According to a latest study, children with emotional difficulties seem to be at higher risk of becoming obese when they grow up. This study was the work of Andrew Ternouth, David Collier and Barbara Maughan from the MRC Social, Genetic and Developmental Psychiatry Centre at the Institute of Psychiatry, King’s College London.
Previous studies have suggested that people who are overweight also have emotional problems like low self-esteem, but what causes the other is not clear.
In order to reach the conclusion, Ternouth along with his colleagues examined the data from about 6,500 people who were enrolled in the 1970 British Birth Cohort Study.

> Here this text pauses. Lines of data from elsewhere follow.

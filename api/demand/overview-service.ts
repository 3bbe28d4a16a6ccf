// The purchasing home: every visible site's alerts and suggestions in one list each, most urgent first.
import type { PurchasingOverview } from '../../shared/demand/purchasing-overview.js';
import type { SiteProjectionView } from '../../shared/demand/projection-view.js';
import { projectSites } from './projection-service.js';

/** One overview per cached set of views (a new data version or day makes a new set). */
const overviews = new WeakMap<SiteProjectionView[], PurchasingOverview>();

export async function purchasingOverview(user: Express.User, now = new Date()): Promise<PurchasingOverview> {
  const views = await projectSites(user, 'all', now);
  let overview = overviews.get(views);
  if (!overview) {
    overview = overviewOf(views);
    overviews.set(views, overview);
  }
  return overview;
}

function overviewOf(views: SiteProjectionView[]): PurchasingOverview {
  const tag = <T>(items: T[], site: { siteId: number; siteName: string }) => items.map((item) => ({ ...item, siteId: site.siteId, siteName: site.siteName }));
  return {
    shortfalls: views.flatMap((v) => tag(v.alerts.uncovered, v)).sort((a, b) => a.plannedDate.localeCompare(b.plannedDate)),
    ordersToPlace: views.flatMap((v) => tag(v.suggestions, v)).sort((a, b) => a.orderBy.localeCompare(b.orderBy)),
    expiring: views.flatMap((v) => tag(v.alerts.expiring, v)).sort((a, b) => a.expiry.localeCompare(b.expiry)),
    expireUnused: views.flatMap((v) => tag(v.alerts.expireUnused, v)).sort((a, b) => a.expiry.localeCompare(b.expiry)),
    belowSafety: views.flatMap((v) => tag(v.alerts.belowSafety, v)).sort((a, b) => a.from.localeCompare(b.from)),
    openOrders: views.flatMap((v) => v.openOrders).sort((a, b) => a.expectedDate.localeCompare(b.expectedDate)),
  };
}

Apparently, members who were then 10 year-old had been assessed for emotional problems, self-perceptions and BMI. In addition, these members were noted to have been evaluated again 20 years later, when they reached the age of 30.
Ternouth stated that, “While we cannot say that childhood emotional problems cause obesity in later life, we can certainly say they play a role, along with factors such as parental BMI, diet and exercise.”
“Strategies to promote social and emotional aspects of learning, including the promotion of self-esteem, are central to a number of recent policy initiatives. Our findings suggest that approaches of this kind may carry positive benefits for physical health as well as for other aspects of children’s development,” elucidates Ternouth.
The findings revealed that children with a lower self-esteem, those who felt less in control of their lives and those who worried often were more likely to gain weight over the next 20 years. The findings also unveiled that girls seemed to be slightly more affected by these factors as compared to boys.
The authors concluded by saying that, “Given the growing problem with childhood obesity in many western societies, these findings are particularly important. On a larger scale, they may offer hope in the battle to control the current obesity epidemic.”
Furthermore, the authors were of the opinion that early intervention for children undergoing low self-esteem, anxiety or other emotional challenges could possibly assist them in improving their chances of long-lasting physical health.
The findings of the study have been published in the journal BMC Medicine.